STUDY MATERIAL
func TestConcurrentSignOffs(t *testing.T) {
	var keys []clientKey
	for i := range 6 {
		keys = append(keys, newClientKey(t, fmt.Sprintf("Signer %d", i+1)))
	}
	ts := startServer(t, serverOptions{keys: keys})
	var wg sync.WaitGroup
	errs := make(chan string, len(keys))
	for i, k := range keys {
		wg.Add(1)
		go func() {
			defer wg.Done()
			c, err := ts.dial(gossh.PublicKeys(k.signer))
			if err != nil {
				errs <- err.Error()
				return
			}
			defer c.Close()
			sess, err := c.NewSession()
			if err != nil {
				errs <- err.Error()
				return
			}
			defer sess.Close()
			verdict := []string{"approve", "revise", "reject"}[i%3]
			if out, err := sess.CombinedOutput("sign --verdict " + verdict + " --role 'shift lead' cut-1.yaml"); err != nil {
				errs <- fmt.Sprintf("signer %d: %v: %s", i+1, err, out)
			}
		}()
	}
	wg.Wait()
	close(errs)
	for e := range errs {
		t.Error(e)
	}
	f, err := decision.ReadFile(ts.files[0])
	if err != nil {
		t.Fatal(err)
	}
	if len(f.SignOffs) != len(keys) {
		t.Fatalf("%d sign-offs in the file; expected %d", len(f.SignOffs), len(keys))
	}
	byKey := map[string]decision.SignOff{}
	for _, s := range f.SignOffs {
		byKey[s.Key] = s
	}
	for i, k := range keys {
		s, ok := byKey[Fingerprint(k.signer.PublicKey())]
		if !ok || s.Name != fmt.Sprintf("Signer %d", i+1) || s.Role != "shift lead" {
			t.Errorf("signer %d: sign-off %+v; expected its name from authorized_keys and its key's fingerprint", i+1, s)
		}
	}
}

func TestIdleTimeout(t *testing.T) {
	lead := newClientKey(t, "Ada Quist")
	ts := startServer(t, serverOptions{keys: []clientKey{lead}, idle: 400 * time.Millisecond})
	c := ts.client(t, lead)
	sess, err := c.NewSession()
	if err != nil {
		t.Fatal(err)
	}
	if err := sess.RequestPty("xterm", 30, 100, gossh.TerminalModes{}); err != nil {
		t.Fatal(err)
	}
	if err := sess.Shell(); err != nil {
		t.Fatal(err)
	}
	ended := make(chan struct{})
	go func() { _ = c.Wait(); close(ended) }()
	select {
	case <-ended:
	case <-time.After(10 * time.Second):
		t.Fatal("an idle connection was still open after 10s with a 400ms idle timeout")
	}
	waitFor(t, ts.log, "closed after 400ms without input")
}

func TestMaxSessions(t *testing.T) {
	lead := newClientKey(t, "Ada Quist")
	ts := startServer(t, serverOptions{keys: []clientKey{lead}, maxSessions: 1})
	first := ts.client(t, lead)
	if c, err := ts.dial(gossh.PublicKeys(lead.signer)); err == nil {
		c.Close()
		t.Error("a second connection was let in with --max-sessions 1")
	}
	first.Close()
	deadline := time.Now().Add(5 * time.Second)
	for {
		c, err := ts.dial(gossh.PublicKeys(lead.signer))
		if err == nil {
			c.Close()
			break
		}
		if time.Now().After(deadline) {
			t.Fatalf("no connection let in within 5s of the first one closing: %v", err)
		}
		time.Sleep(20 * time.Millisecond)
	}
}

func TestAuthorizedKeysReread(t *testing.T) {
	lead, late := newClientKey(t, "Ada Quist"), newClientKey(t, "Late Comer")
	ts := startServer(t, serverOptions{keys: []clientKey{lead}})
	if c, err := ts.dial(gossh.PublicKeys(late.signer)); err == nil {
		c.Close()
		t.Fatal("a key not yet in the file was let in")
	}
	if err := os.WriteFile(ts.keysPath, []byte(lead.line+late.line), 0o600); err != nil {
		t.Fatal(err)
	}
	c, err := ts.dial(gossh.PublicKeys(late.signer))
	if err != nil {
		t.Fatalf("a key added to the file was refused: %v", err)
	}
	c.Close()
	if err := os.WriteFile(ts.keysPath, []byte("command=\"ls\" "+late.line), 0o600); err != nil {
		t.Fatal(err)
	}
	for _, k := range []clientKey{lead, late} {
		if c, err := ts.dial(gossh.PublicKeys(k.signer)); err == nil {
			c.Close()
			t.Error("a key taken out of the file, or carrying an option not honoured, was let in")
		}
	}
	waitFor(t, ts.log, `option "command" is not honoured here`)
}

func TestHostKey(t *testing.T) {
	path := filepath.Join(t.TempDir(), "sill", "host-key")
	first, created, err := LoadHostKey(context.Background(), path)
	if err != nil || !created {
		t.Fatalf("first run: created %v, error %v", created, err)
	}
	info, err := os.Stat(path)
	if err != nil {
		t.Fatal(err)
	}
	if info.Mode().Perm() != 0o600 {
		t.Errorf("host key mode %04o; expected 0600", info.Mode().Perm())
	}
	if first.PublicKey().Type() != gossh.KeyAlgoED25519 {
		t.Errorf("host key type %s; expected ed25519", first.PublicKey().Type())
	}
	again, created, err := LoadHostKey(context.Background(), path)
	if err != nil || created || Fingerprint(again.PublicKey()) != Fingerprint(first.PublicKey()) {
		t.Errorf("second run: created %v, error %v, same key %v; expected the first key reused", created, err,
			err == nil && Fingerprint(again.PublicKey()) == Fingerprint(first.PublicKey()))
	}
	if err := os.Chmod(path, 0o644); err != nil {
		t.Fatal(err)
	}
	if _, _, err := LoadHostKey(context.Background(), path); err == nil || !strings.Contains(err.Error(), "expected 0600") {
		t.Errorf("a host key readable by others: error %v; expected a refusal naming 0600", err)
	}
}

func TestLoopback(t *testing.T) {
	for addr, want := range map[string]bool{
		"127.0.0.1:2222": true, "[::1]:2222": true, "localhost:2222": true,
		":2222": false, "0.0.0.0:2222": false, "10.0.0.5:2222": false, "[::]:22": false, "nonsense": false,
	} {
		if got := Loopback(addr); got != want {
			t.Errorf("Loopback(%q) = %v; expected %v", addr, got, want)
		}
	}
}

// TestRealClient runs OpenSSH's ssh client against the server. Under CI
// (CI set, where .ci/run installs openssh-client) a missing ssh fails the
// test; elsewhere it skips.
func TestRealClient(t *testing.T) {
	sshPath, err := exec.LookPath("ssh")
	if err != nil {
		if os.Getenv("CI") != "" {
			t.Fatal("no ssh client under CI: .ci/run installs openssh-client")
		}
		t.Skip("no ssh client on this machine")
	}
	lead := newClientKey(t, "Ada Quist")
	ts := startServer(t, serverOptions{keys: []clientKey{lead}})
	block, err := gossh.MarshalPrivateKey(lead.private, "")
	if err != nil {
		t.Fatal(err)
	}
	keyPath := filepath.Join(t.TempDir(), "id")
	if err := os.WriteFile(keyPath, pem.EncodeToMemory(block), 0o600); err != nil {
		t.Fatal(err)
	}
	_, port, _ := net.SplitHostPort(ts.addr)
	ctx, cancel := context.WithTimeout(context.Background(), 30*time.Second)
	defer cancel()
	base := []string{"-i", keyPath, "-p", port, "-o", "StrictHostKeyChecking=no", "-o", "UserKnownHostsFile=/dev/null",
		"-o", "BatchMode=yes", "-o", "IdentitiesOnly=yes", "-o", "LogLevel=ERROR", "-F", "/dev/null"}
	out, err := exec.CommandContext(ctx, sshPath, append(base, "-T", "127.0.0.1")...).CombinedOutput()
	if err != nil || !strings.HasPrefix(string(out), "Review of cut-1.yaml") {
		t.Fatalf("ssh -T: %v, output %q; expected the text review", err, out)
	}
	out, err = exec.CommandContext(ctx, sshPath, append(base, "127.0.0.1", "sign", "--verdict", "approve", "--note", "'fits the night crew'")...).CombinedOutput()
	if err != nil || !strings.Contains(string(out), "signed cut-1.yaml: approve by Ada Quist") {
		t.Fatalf("ssh sign: %v, output %q", err, out)
	}
	cmd := exec.CommandContext(ctx, sshPath, append(base, "127.0.0.1", "id")...)
	out, err = cmd.CombinedOutput()
	var exit *exec.ExitError
	if !errors.As(err, &exit) || exit.ExitCode() != 2 {
		t.Errorf("ssh host id: %v, output %q; expected exit status 2", err, out)
	}
	f, err := decision.ReadFile(ts.files[0])
	if err != nil {
		t.Fatal(err)
	}
	if len(f.SignOffs) != 1 || f.SignOffs[0].Note != "fits the night crew" || f.SignOffs[0].Key != Fingerprint(lead.signer.PublicKey()) {
		t.Errorf("sign-offs %+v; expected one by the key, with its note", f.SignOffs)
	}
}

// TestExplorerShared: two connections explore one set loaded once, each
// with its own cursor and pins, at the same time; w writes nothing and q
// goes back to the list. Run with -race, it checks that the set is only
// read.
func TestExplorerShared(t *testing.T) {
	set, err := scores.Read(strings.NewReader(string(demo.CSV(demo.DefaultRows, demo.DefaultSeed))), demo.Source, scores.Options{SegmentColumn: "yard", IDColumn: "id"})
	if err != nil {
		t.Fatal(err)
	}
	loads := 0
	var loadMu sync.Mutex
	cfg := tui.Config{
		Load: func(func(int)) (*scores.Set, error) {
			loadMu.Lock()
			loads++
			loadMu.Unlock()
			return set, nil
		},
		Assume: func(set *scores.Set) (projection.Assumptions, error) {
			positives, negatives := set.Totals()
			return projection.Assumptions{BaseRate: positives / (positives + negatives), Volume: 1500, Capacity: 90, Confidence: 0.95}, nil
		},
	}
	lead := newClientKey(t, "Ada Quist")
	ts := startServer(t, serverOptions{keys: []clientKey{lead}, explore: &Explore{Name: "bearings.csv", Config: cfg}})
	dir, err := os.Getwd()
	if err != nil {
		t.Fatal(err)
	}
	var wg sync.WaitGroup
	for i := range 2 {
		wg.Add(1)
		go func() {
			defer wg.Done()
			c, err := ts.dial(gossh.PublicKeys(lead.signer))
			if err != nil {
				t.Error(err)
				return
			}
			defer c.Close()
			sess, err := c.NewSession()
			if err != nil {
				t.Error(err)
				return
			}
			defer sess.Close()
			if err := sess.RequestPty("xterm", 32, 110, gossh.TerminalModes{}); err != nil {
				t.Error(err)
				return
			}
			stdout, _ := sess.StdoutPipe()
			stdin, _ := sess.StdinPipe()
			if err := sess.Shell(); err != nil {
				t.Error(err)
				return
			}
			readUntil(t, stdout, "explore bearings.csv", 10*time.Second)
			// down to the explorer, open it, move the cursor by a
			// different amount on each connection, pin, write, quit.
			moves := strings.Repeat("j", 3+5*i)
			if _, err := stdin.Write([]byte("j\r")); err != nil {
				t.Error(err)
				return
			}
			readUntil(t, stdout, "ranked list", 10*time.Second)
			if _, err := stdin.Write([]byte(moves + "pwq")); err != nil {
				t.Error(err)
				return
			}
			readUntil(t, stdout, "sill serve · decision files", 10*time.Second)
			if _, err := stdin.Write([]byte("q")); err != nil {
				t.Error(err)
				return
			}
			ended := make(chan error, 1)
			go func() { ended <- sess.Wait() }()
			select {
			case <-ended:
			case <-time.After(10 * time.Second):
				t.Error("q on the list did not end the session within 10s")
			}
		}()
	}
	wg.Wait()
	if loads != 2 {
		t.Errorf("the set was handed to %d explorers; expected 2", loads)
	}
	for _, path := range []string{filepath.Join(dir, "cut.yaml"), filepath.Join(filepath.Dir(ts.files[0]), "cut.yaml")} {
		if _, err := os.Stat(path); err == nil {
			t.Errorf("the explorer wrote %s", path)
		}
	}
	waitFor(t, ts.log, "explorer bearings.csv")
}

TASK OBJECTIVE
Working down the entries above, count each line in which "sill" occurs, and state only the resulting number.

RESPONSE BOX
2